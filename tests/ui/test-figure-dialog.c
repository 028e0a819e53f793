/* SPDX-License-Identifier: GPL-3.0-or-later */
/* UI suite (run under xvfb-run): the Export Figure dialog.
 *
 * - A PNG exported from the dialog has the same pixels as `efflux-cli figure` with the same
 *   choices on the same dossier (the sky view with the Sky view's colour map and stretch, and a
 *   channel-map grid), and the same caption.
 * - Unsaved edits are drawn: after an edit of a lobe's velocity range in the document, the
 *   dialog's PNG equals the CLI's PNG of the edited dossier (written here with absolute cube
 *   paths) and differs from the CLI's PNG of the file on disk.
 * - PDF output starts with "%PDF-", its page is the chosen width in points (1 pt = 1/72 inch,
 *   ISO 32000-1 section 8.3.2.3 default user space; 1 inch = 25.4 mm, international inch of 1959)
 *   and its content streams, inflated with GLib's zlib decompressor, hold vector path operators
 *   (m, l, S: ISO 32000-1 section 8.5.2 and 8.5.3). SVG output parsed by GMarkup holds <path>
 *   elements and an <svg> root of the chosen width in pt.
 * - The channel grid over a chosen velocity range: the caption gives the number of panels and the
 *   first and last channel velocities, computed here from the cube's own channels.
 * - Sizes in inches, the format from the file name's extension, an error naming the file when it
 *   cannot be written (nothing left behind), Cancel (nothing written, no temporary file left), and
 *   the window's win.export-figure action (bound to Ctrl+Shift+E) opening the dialog modal and
 *   transient for the window; closing the dialog mid-export writes nothing.
 * - efflux_figure_new_full: progress never decreasing and ending at 1, and cancellation. */
#include "config.h"

#include <cairo.h>
#include <gtk/gtk.h>
#include <glib/gstdio.h>
#include <math.h>
#include <string.h>
#include <sys/wait.h>

#include "efflux-application.h"
#include "efflux-cube.h"
#include "efflux-document.h"
#include "efflux-dossier.h"
#include "efflux-cube-store.h"
#include "efflux-figure-dialog.h"
#include "efflux-sky-view.h"
#include "efflux-window.h"
#include "efflux-ui-test-util.h"

#define MM_PT (72.0 / 25.4)

static EffluxWindow *
open_demo (void)
{
  g_autofree char *demo = efflux_application_find_demo ();
  g_autoptr(GFile) file = NULL;
  EffluxWindow *window;

  g_assert_nonnull (demo);
  file = g_file_new_for_path (demo);
  window = efflux_ui_test_open_window (file, 0, 0);
  efflux_ui_test_wait_until_loaded (window);
  g_assert_nonnull (efflux_window_get_document (window));
  return window;
}

static EffluxFigureDialog *
new_dialog (EffluxWindow *window)
{
  GtkWidget *dialog = efflux_figure_dialog_new (GTK_WINDOW (window), efflux_window_get_document (window),
                                                efflux_window_get_sky_view (window));

  gtk_window_present (GTK_WINDOW (dialog));
  return EFFLUX_FIGURE_DIALOG (dialog);
}
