/* The properties Green (2011) designs cubehelix for: black at 0, white at 1, and a luminance
 * (0.30 R + 0.59 G + 0.11 B, the weights of the paper) equal to lambda^gamma wherever no component
 * is clipped, hence monotonic. */
static void
test_cubehelix_luminance (void)
{
  guint8 lut[EFFLUX_COLORMAP_SIZE * 4];
  double previous = -1.0;

  efflux_colormap_fill (EFFLUX_COLORMAP_CUBEHELIX, lut);
  g_assert_cmpint (lut[0], ==, 0);
  g_assert_cmpint (lut[1], ==, 0);
  g_assert_cmpint (lut[2], ==, 0);
  g_assert_cmpint (lut[255 * 4 + 0], ==, 255);
  g_assert_cmpint (lut[255 * 4 + 1], ==, 255);
  g_assert_cmpint (lut[255 * 4 + 2], ==, 255);

  for (int i = 0; i < 256; i++)
    {
      double lambda = i / 255.0;
      double rgb[3];
      gboolean unclipped = efflux_cubehelix_eval (lambda, 0.5, -1.5, 1.0, 1.0, rgb);
      double y_exact = 0.30 * rgb[0] + 0.59 * rgb[1] + 0.11 * rgb[2];
      double y_lut = (0.30 * lut[4 * i] + 0.59 * lut[4 * i + 1] + 0.11 * lut[4 * i + 2]) / 255.0;

      if (unclipped)
        g_assert_cmpfloat_with_epsilon (y_exact, lambda, 1e-5);
      /* the quantised table stays monotonic within the rounding of one byte */
      g_assert_cmpfloat (y_lut, >=, previous - 1.0 / 255.0);
      previous = y_lut;
    }

  /* gamma: the luminance of an unclipped colour is lambda^gamma */
  {
    double rgb[3];

    g_assert_true (efflux_cubehelix_eval (0.5, 0.5, -1.5, 0.5, 2.0, rgb));
    g_assert_cmpfloat_with_epsilon (0.30 * rgb[0] + 0.59 * rgb[1] + 0.11 * rgb[2], 0.25, 1e-5);
  }
}

static void
test_grey (void)
{
  guint8 lut[EFFLUX_COLORMAP_SIZE * 4];

  efflux_colormap_fill (EFFLUX_COLORMAP_GREY, lut);
  for (int i = 0; i < 256; i++)
    {
      g_assert_cmpint (lut[4 * i], ==, i);
      g_assert_cmpint (lut[4 * i + 1], ==, i);
      g_assert_cmpint (lut[4 * i + 2], ==, i);
      g_assert_cmpint (lut[4 * i + 3], ==, 255);
    }
}

/* Our diverging velocity map, converted back to CIE L*a*b* by numpy (sRGB IEC 61966-2-1, CIE 15:2004
 * with D65): lightness falls linearly from 94 at the centre to 38 at both ends, the two halves
 * mirror each other in lightness, the centre is neutral, the low half is blue and the high half red. */
static void
test_velocity_map (void)
{
  guint8 lut[EFFLUX_COLORMAP_SIZE * 4];
  g_autoptr(GString) text = g_string_new (NULL);
  g_autofree char *dir = efflux_test_tmp_dir ("efflux-render");
  g_autofree char *path = g_build_filename (dir, "velocity.txt", NULL);
  g_autofree char *out = NULL;
  g_auto(GStrv) lines = NULL;
  double L[256], a[256], b[256];

  efflux_colormap_fill (EFFLUX_COLORMAP_VELOCITY, lut);
  for (int i = 0; i < 256; i++)
    g_string_append_printf (text, "%d %d %d\n", lut[4 * i], lut[4 * i + 1], lut[4 * i + 2]);
  g_assert_true (g_file_set_contents (path, text->str, -1, NULL));
  out = run_ref ("lab", path, NULL);
  g_assert_cmpint (g_unlink (path), ==, 0);
  g_assert_cmpint (g_rmdir (dir), ==, 0);

  lines = g_strsplit (g_strstrip (out), "\n", -1);
  g_assert_cmpuint (g_strv_length (lines), ==, 256);
  for (int i = 0; i < 256; i++)
    g_assert_cmpint (sscanf (lines[i], "%lf %lf %lf", &L[i], &a[i], &b[i]), ==, 3);

  for (int i = 0; i < 256; i++)
    {
      double s = fabs (2.0 * i / 255.0 - 1.0);
      double chroma = hypot (a[i], b[i]);

      /* lightness within byte rounding of the design line */
      g_assert_cmpfloat (fabs (L[i] - (94.0 - 56.0 * s)), <, 0.6);
      /* mirror symmetry of lightness */
      g_assert_cmpfloat (fabs (L[i] - L[255 - i]), <, 0.6);
      /* strictly ordered lightness away from the centre on each side */
      if (i > 0 && i < 127)
        g_assert_cmpfloat (L[i], >, L[i - 1]);
      if (i > 128)
        g_assert_cmpfloat (L[i], <, L[i - 1]);
      if (chroma > 8.0)
        {
          double hue = fmod (atan2 (b[i], a[i]) * 180.0 / G_PI + 360.0, 360.0);
          double want = i < 128 ? 268.0 : 32.0;
          double dh = fabs (remainder (hue - want, 360.0));

          g_assert_cmpfloat (dh, <, 4.0);
        }
    }
  /* the centre is a light neutral grey */
  g_assert_cmpfloat (hypot (a[127], b[127]), <, 1.5);
  g_assert_cmpfloat (hypot (a[128], b[128]), <, 1.5);
  /* the ends are strongly coloured */
  g_assert_cmpfloat (hypot (a[0], b[0]), >, 35.0);
  g_assert_cmpfloat (hypot (a[255], b[255]), >, 35.0);
  g_assert_cmpint (lut[2], >, lut[0]);
  g_assert_cmpint (lut[255 * 4], >, lut[255 * 4 + 2]);
}

/* Stretches against astropy.visualization (LinearStretch, SqrtStretch, LogStretch(a=1000),
 * AsinhStretch(a=0.1)) at fixed inputs in [0, 1]. */
static void
test_stretch_astropy (void)
{
  g_autofree char *out = run_ref ("stretch", NULL);
  g_auto(GStrv) lines = g_strsplit (g_strstrip (out), "\n", -1);
  int checked = 0;

  g_assert_cmpuint (g_strv_length (lines), ==, 4);
  for (guint l = 0; lines[l] != NULL; l++)
    {
      g_auto(GStrv) words = g_strsplit (lines[l], " ", -1);
      EffluxStretchKind kind;
      guint n = g_strv_length (words);

      g_assert_true (efflux_stretch_kind_from_string (words[0], &kind));
      g_assert_cmpstr (efflux_stretch_kind_to_string (kind), ==, words[0]);
      g_assert_cmpuint (n % 2, ==, 1);
      for (guint i = 1; i + 1 < n; i += 2)
        {
          double x = g_ascii_strtod (words[i], NULL);
          double y = g_ascii_strtod (words[i + 1], NULL);
          /* the value x between limits 2 and 7 gives the same y as x itself between 0 and 1 */
          double v = 2.0 + 5.0 * x;

          g_assert_cmpfloat_with_epsilon (efflux_stretch_apply (kind, x, 0.0, 1.0), y, 1e-12);
          g_assert_cmpfloat_with_epsilon (efflux_stretch_apply (kind, v, 2.0, 7.0), y, 1e-12);
          checked++;
        }
      /* clamped outside the limits, NaN stays NaN */
      g_assert_cmpfloat (efflux_stretch_apply (kind, -3.0, 0.0, 1.0), ==, 0.0);
      g_assert_cmpfloat (efflux_stretch_apply (kind, 9.0, 0.0, 1.0), ==, 1.0);
      g_assert_true (isnan (efflux_stretch_apply (kind, NAN, 0.0, 1.0)));
    }
  g_assert_cmpint (checked, ==, 44);
}

/* Percentiles of a float image with NaNs against numpy.nanpercentile (default linear method). */
static void
check_percentiles (const float *data,
                   gsize        n,
                   const char  *dir)
{
  const char *pstr[] = { "0", "0.25", "2.5", "25", "50", "90", "95", "99", "99.5", "99.75", "100" };
  double ps[G_N_ELEMENTS (pstr)], mine[G_N_ELEMENTS (pstr)];
  g_autofree char *path = g_build_filename (dir, "image.f32", NULL);
  g_autofree char *out = NULL;
  g_auto(GStrv) words = NULL;

  g_assert_true (g_file_set_contents (path, (const char *) data, (gssize) (n * sizeof (float)), NULL));
  out = run_ref ("percentile", path, pstr[0], pstr[1], pstr[2], pstr[3], pstr[4], pstr[5], pstr[6],
                 pstr[7], pstr[8], pstr[9], pstr[10], NULL);
  g_assert_cmpint (g_unlink (path), ==, 0);
  words = g_strsplit (g_strstrip (out), " ", -1);
  g_assert_cmpuint (g_strv_length (words), ==, G_N_ELEMENTS (pstr));

  for (gsize i = 0; i < G_N_ELEMENTS (pstr); i++)
    ps[i] = g_ascii_strtod (pstr[i], NULL);
  g_assert_true (efflux_percentiles (data, n, ps, G_N_ELEMENTS (ps), mine));
  for (gsize i = 0; i < G_N_ELEMENTS (pstr); i++)
    {
      double want = g_ascii_strtod (words[i], NULL);

      g_assert_cmpfloat (fabs (mine[i] - want), <=, 1e-6 * MAX (fabs (want), 1e-3));
    }
}

static void
test_percentiles_numpy (void)
{
  g_autofree char *dir = efflux_test_tmp_dir ("efflux-render");
  g_autoptr(GRand) rand = g_rand_new_with_seed (20111);
  gsize n = 300 * 211;
  g_autofree float *data = g_new (float, n);
  double lo, hi;

  /* a skewed image (exponential tail) with 7% NaN and some infinities left out */
  for (gsize i = 0; i < n; i++)
    {
      double u = g_rand_double (rand);

      if (u < 0.07)
        data[i] = NAN;
      else
        data[i] = (float) (-log (g_rand_double_range (rand, 1e-9, 1.0)) * 3.0 - 1.0);
    }
  check_percentiles (data, n, dir);

  /* many ties: integer values */
  for (gsize i = 0; i < n; i++)
    data[i] = (float) g_rand_int_range (rand, 0, 12);
  data[5] = NAN;
  check_percentiles (data, n, dir);

  /* tiny images */
  data[0] = 4.0f;
  check_percentiles (data, 1, dir);
  data[1] = NAN;
  data[2] = -2.0f;
  check_percentiles (data, 3, dir);

  /* display limits: 100% is the full range; every value NaN has no limits */
  g_assert_true (efflux_percentile_limits (data, 3, 100.0, &lo, &hi));
  g_assert_cmpfloat (lo, ==, -2.0);
  g_assert_cmpfloat (hi, ==, 4.0);
  data[0] = data[2] = NAN;
  g_assert_false (efflux_percentile_limits (data, 3, 99.0, &lo, &hi));

  g_assert_cmpint (g_rmdir (dir), ==, 0);
}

Exercise directions: Pick out each line above that includes "mine" and show it.

Result of this exercise:
  double ps[G_N_ELEMENTS (pstr)], mine[G_N_ELEMENTS (pstr)];
  g_assert_true (efflux_percentiles (data, n, ps, G_N_ELEMENTS (ps), mine));
      g_assert_cmpfloat (fabs (mine[i] - want), <=, 1e-6 * MAX (fabs (want), 1e-3));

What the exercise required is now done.